▶ What is being asked: Below are records; output all of them exactly.

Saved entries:
----

def _build_result(system: System, segs: Segments) -> FlightResult:
    run = system.run
    ts: list[np.ndarray] = []
    rows: list[tuple[np.ndarray, tuple[str, ...]]] = []
    tables: list[SampleTable] = []
    pieces: list[tuple] = []
    phases: list[Phase] = []
    names: list[str] = []
    check_output_samples(float(segs.segments[-1][1].t[-1] - segs.segments[0][1].t[0]), run.output_interval)
    for ph, sol, bal in segs.segments:
        t0, t1 = float(sol.t[0]), float(sol.t[-1])
        name = _label(bal.system, ph)
        if phases and phases[-1].name == name:
            phases[-1] = Phase(name, phases[-1].t_start, t1)
        else:
            phases.append(Phase(name, t0, t1))
        grid = np.arange(t0, t1, run.output_interval)[1:] if t1 > t0 else np.empty(0)
        grid = grid[grid < t1]   # arange's rounding can put its last point past the end (times would go back)
        tt = np.union1d(sol.t, grid)
        uniq_t, first = np.unique(sol.t, return_index=True)
        yy = sol.sol(tt) if len(tt) > len(uniq_t) else sol.y[:, first].copy()
        yy[:, np.searchsorted(tt, uniq_t)] = sol.y[:, first]   # keep the solver's own points exact
        bal.set_phase(ph.modes, ph.kin, ph.descending, ph.slide)
        tables.append(sample_terms(bal, tt, yy))
        pieces.append((ph, sol, bal, tt, tables[-1].values))
        ts.append(tt)
        rows.append((yy, bal.system.state_names))
        for n in bal.system.state_names:
            if n not in names:
                names.append(n)
    # one row per state name across every stage of the vehicle (NaN where a stage does not have it)
    acc = [n for n in names if n.startswith("audit.")]
    names = [n for n in names if not n.startswith("audit.")] + acc
    index = {n: k for k, n in enumerate(names)}
    t = np.concatenate(ts)
    y = np.full((len(names), len(t)), np.nan)
    col = 0
    for yy, snames in rows:
        for k, n in enumerate(snames):
            y[index[n], col:col + yy.shape[1]] = yy[k]
        col += yy.shape[1]

    table = join_tables(tables)
    signals, ledger = table.values, table.ledger
    signals["acceleration_magnitude"] = np.linalg.norm(signals["acceleration"], axis=1)
    signals["speed"] = np.linalg.norm(signals["velocity"], axis=1)
    signals["altitude"] = signals["position"][:, 2]
    signals["range"] = np.hypot(signals["position"][:, 0] - signals["position"][0, 0],
                                signals["position"][:, 1] - signals["position"][0, 1])
    vel = signals["velocity"]
    signals["flight_path_angle"] = np.arctan2(vel[:, 2], np.hypot(vel[:, 0], vel[:, 1]))
    # along the path: the rate of change of the speed (negative when slowing down); along the body axis at rest
    way = np.where(signals["speed"][:, None] > 0.0, vel / np.maximum(signals["speed"], 1e-300)[:, None],
                   signals["axis"])
    signals["path_acceleration"] = np.einsum("ij,ij->i", signals["acceleration"], way)
    # net thrust: the ledger's thrust terms of every opening (momentum flux, pressure thrust: the gross thrust)
    # with the momentum of the fluid entering through sources (an inlet's ram drag, a hose's inflow)
    inflow = np.zeros_like(signals["thrust_vector"])
    for (comp, term), vec in ledger.items():
        if term == "inflow momentum":
            inflow = inflow + vec
    signals["net_thrust_vector"] = signals["thrust_vector"] + inflow
    signals["net_thrust"] = np.einsum("ij,ij->i", signals["net_thrust_vector"], signals["axis"])

    # Audits from the accumulators integrated with the states.
    last = y[:, -1]
    m0, mf = float(signals["mass"][0]), float(signals["mass"][-1])
    m_out = float(last[index["audit.mass_out"]])
    mass_res = m0 - mf - m_out
    v0, vf = signals["velocity"][0], signals["velocity"][-1]
    vec = lambda stem: np.array([last[index[f"{stem}.{c}"]] for c in "xyz"])  # noqa: E731
    p_exh, imp, dpint = vec("audit.exhaust_momentum"), vec("audit.impulse"), vec("audit.internal_momentum_change")
    pint0 = np.zeros(3)
    pintf = np.zeros(3)
    for k in signals:
        if k.endswith(".internal_momentum"):
            pint0 = pint0 + np.nan_to_num(signals[k][0])
            pintf = pintf + np.nan_to_num(signals[k][-1])
    mom_res = mf * vf + dpint + p_exh - m0 * v0 - imp
    scale = max(float(np.max(signals["mass"] * signals["speed"])), float(np.linalg.norm(p_exh)),
                float(np.linalg.norm(imp)), 1e-30)
    audit = Audit(mass_residual=mass_res, mass_relative=mass_res / m0 if m0 else 0.0,
                  momentum_residual=tuple(float(c) for c in mom_res),
                  momentum_relative=float(np.linalg.norm(mom_res)) / scale,
                  internal_defect=float(np.linalg.norm(pintf - pint0 - dpint)))

    res = FlightResult(t=t, y=y, state_names=tuple(names), signals=signals, ledger=ledger, phases=phases,
                       events=segs.events, audit=audit, success=segs.status == 0, status=segs.status,
                       message=segs.message, nfev=segs.nfev)
    res.units.update(signal_units(system.parsed, signals))
    res.vehicle = vehicle_profile(system.parsed)
    res.summary = run_summary(system, segs)
    res.outcome_specs = {k: OUTCOMES[k] for k in res.summary}
    declared = kind_outcomes(system.parsed.kinds)
    for n, cls in system.parsed.kinds.items():
        for key, value in cls.summarize(n, system.parsed.params[n], res).items():
            spec = declared.get(f"{n}.{key}")
            if spec is None:
                raise PluginError(f"kind {cls.kind!r}: summarize returned {key!r}, which the kind does not declare. "
                                  f"Fix: add OutcomeSpec({key!r}, ...) to {cls.__name__}.outcomes")
            res.summary[spec.key] = float(value)
            res.units[spec.key] = spec.unit
            res.outcome_specs[spec.key] = spec
    logged = signal_events(pieces)
    if logged:       # in time order, after the integrator's events of the same instant
        res.events = sorted(list(segs.events) + logged, key=lambda e: e.t)
    res.cautions = system.parsed.cautions()
    for n, cls in system.parsed.kinds.items():
        for c in cls.flight_cautions(n, system.parsed.params[n], res):
            if c not in res.cautions:
                res.cautions.append(c)
    res.provenance = provenance(system.parsed)
    return res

----

▶ Your response:
def _build_result(system: System, segs: Segments) -> FlightResult:
    run = system.run
    ts: list[np.ndarray] = []
    rows: list[tuple[np.ndarray, tuple[str, ...]]] = []
    tables: list[SampleTable] = []
    pieces: list[tuple] = []
    phases: list[Phase] = []
    names: list[str] = []
    check_output_samples(float(segs.segments[-1][1].t[-1] - segs.segments[0][1].t[0]), run.output_interval)
    for ph, sol, bal in segs.segments:
        t0, t1 = float(sol.t[0]), float(sol.t[-1])
        name = _label(bal.system, ph)
        if phases and phases[-1].name == name:
            phases[-1] = Phase(name, phases[-1].t_start, t1)
        else:
            phases.append(Phase(name, t0, t1))
        grid = np.arange(t0, t1, run.output_interval)[1:] if t1 > t0 else np.empty(0)
        grid = grid[grid < t1]   # arange's rounding can put its last point past the end (times would go back)
        tt = np.union1d(sol.t, grid)
        uniq_t, first = np.unique(sol.t, return_index=True)
        yy = sol.sol(tt) if len(tt) > len(uniq_t) else sol.y[:, first].copy()
        yy[:, np.searchsorted(tt, uniq_t)] = sol.y[:, first]   # keep the solver's own points exact
        bal.set_phase(ph.modes, ph.kin, ph.descending, ph.slide)
        tables.append(sample_terms(bal, tt, yy))
        pieces.append((ph, sol, bal, tt, tables[-1].values))
        ts.append(tt)
        rows.append((yy, bal.system.state_names))
        for n in bal.system.state_names:
            if n not in names:
                names.append(n)
    # one row per state name across every stage of the vehicle (NaN where a stage does not have it)
    acc = [n for n in names if n.startswith("audit.")]
    names = [n for n in names if not n.startswith("audit.")] + acc
    index = {n: k for k, n in enumerate(names)}
    t = np.concatenate(ts)
    y = np.full((len(names), len(t)), np.nan)
    col = 0
    for yy, snames in rows:
        for k, n in enumerate(snames):
            y[index[n], col:col + yy.shape[1]] = yy[k]
        col += yy.shape[1]

    table = join_tables(tables)
    signals, ledger = table.values, table.ledger
    signals["acceleration_magnitude"] = np.linalg.norm(signals["acceleration"], axis=1)
    signals["speed"] = np.linalg.norm(signals["velocity"], axis=1)
    signals["altitude"] = signals["position"][:, 2]
    signals["range"] = np.hypot(signals["position"][:, 0] - signals["position"][0, 0],
                                signals["position"][:, 1] - signals["position"][0, 1])
    vel = signals["velocity"]
    signals["flight_path_angle"] = np.arctan2(vel[:, 2], np.hypot(vel[:, 0], vel[:, 1]))
    # along the path: the rate of change of the speed (negative when slowing down); along the body axis at rest
    way = np.where(signals["speed"][:, None] > 0.0, vel / np.maximum(signals["speed"], 1e-300)[:, None],
                   signals["axis"])
    signals["path_acceleration"] = np.einsum("ij,ij->i", signals["acceleration"], way)
    # net thrust: the ledger's thrust terms of every opening (momentum flux, pressure thrust: the gross thrust)
    # with the momentum of the fluid entering through sources (an inlet's ram drag, a hose's inflow)
    inflow = np.zeros_like(signals["thrust_vector"])
    for (comp, term), vec in ledger.items():
        if term == "inflow momentum":
            inflow = inflow + vec
    signals["net_thrust_vector"] = signals["thrust_vector"] + inflow
    signals["net_thrust"] = np.einsum("ij,ij->i", signals["net_thrust_vector"], signals["axis"])

    # Audits from the accumulators integrated with the states.
    last = y[:, -1]
    m0, mf = float(signals["mass"][0]), float(signals["mass"][-1])
    m_out = float(last[index["audit.mass_out"]])
    mass_res = m0 - mf - m_out
    v0, vf = signals["velocity"][0], signals["velocity"][-1]
    vec = lambda stem: np.array([last[index[f"{stem}.{c}"]] for c in "xyz"])  # noqa: E731
    p_exh, imp, dpint = vec("audit.exhaust_momentum"), vec("audit.impulse"), vec("audit.internal_momentum_change")
    pint0 = np.zeros(3)
    pintf = np.zeros(3)
    for k in signals:
        if k.endswith(".internal_momentum"):
            pint0 = pint0 + np.nan_to_num(signals[k][0])
            pintf = pintf + np.nan_to_num(signals[k][-1])
    mom_res = mf * vf + dpint + p_exh - m0 * v0 - imp
    scale = max(float(np.max(signals["mass"] * signals["speed"])), float(np.linalg.norm(p_exh)),
                float(np.linalg.norm(imp)), 1e-30)
    audit = Audit(mass_residual=mass_res, mass_relative=mass_res / m0 if m0 else 0.0,
                  momentum_residual=tuple(float(c) for c in mom_res),
                  momentum_relative=float(np.linalg.norm(mom_res)) / scale,
                  internal_defect=float(np.linalg.norm(pintf - pint0 - dpint)))

    res = FlightResult(t=t, y=y, state_names=tuple(names), signals=signals, ledger=ledger, phases=phases,
                       events=segs.events, audit=audit, success=segs.status == 0, status=segs.status,
                       message=segs.message, nfev=segs.nfev)
    res.units.update(signal_units(system.parsed, signals))
    res.vehicle = vehicle_profile(system.parsed)
    res.summary = run_summary(system, segs)
    res.outcome_specs = {k: OUTCOMES[k] for k in res.summary}
    declared = kind_outcomes(system.parsed.kinds)
    for n, cls in system.parsed.kinds.items():
        for key, value in cls.summarize(n, system.parsed.params[n], res).items():
            spec = declared.get(f"{n}.{key}")
            if spec is None:
                raise PluginError(f"kind {cls.kind!r}: summarize returned {key!r}, which the kind does not declare. "
                                  f"Fix: add OutcomeSpec({key!r}, ...) to {cls.__name__}.outcomes")
            res.summary[spec.key] = float(value)
            res.units[spec.key] = spec.unit
            res.outcome_specs[spec.key] = spec
    logged = signal_events(pieces)
    if logged:       # in time order, after the integrator's events of the same instant
        res.events = sorted(list(segs.events) + logged, key=lambda e: e.t)
    res.cautions = system.parsed.cautions()
    for n, cls in system.parsed.kinds.items():
        for c in cls.flight_cautions(n, system.parsed.params[n], res):
            if c not in res.cautions:
                res.cautions.append(c)
    res.provenance = provenance(system.parsed)
    return res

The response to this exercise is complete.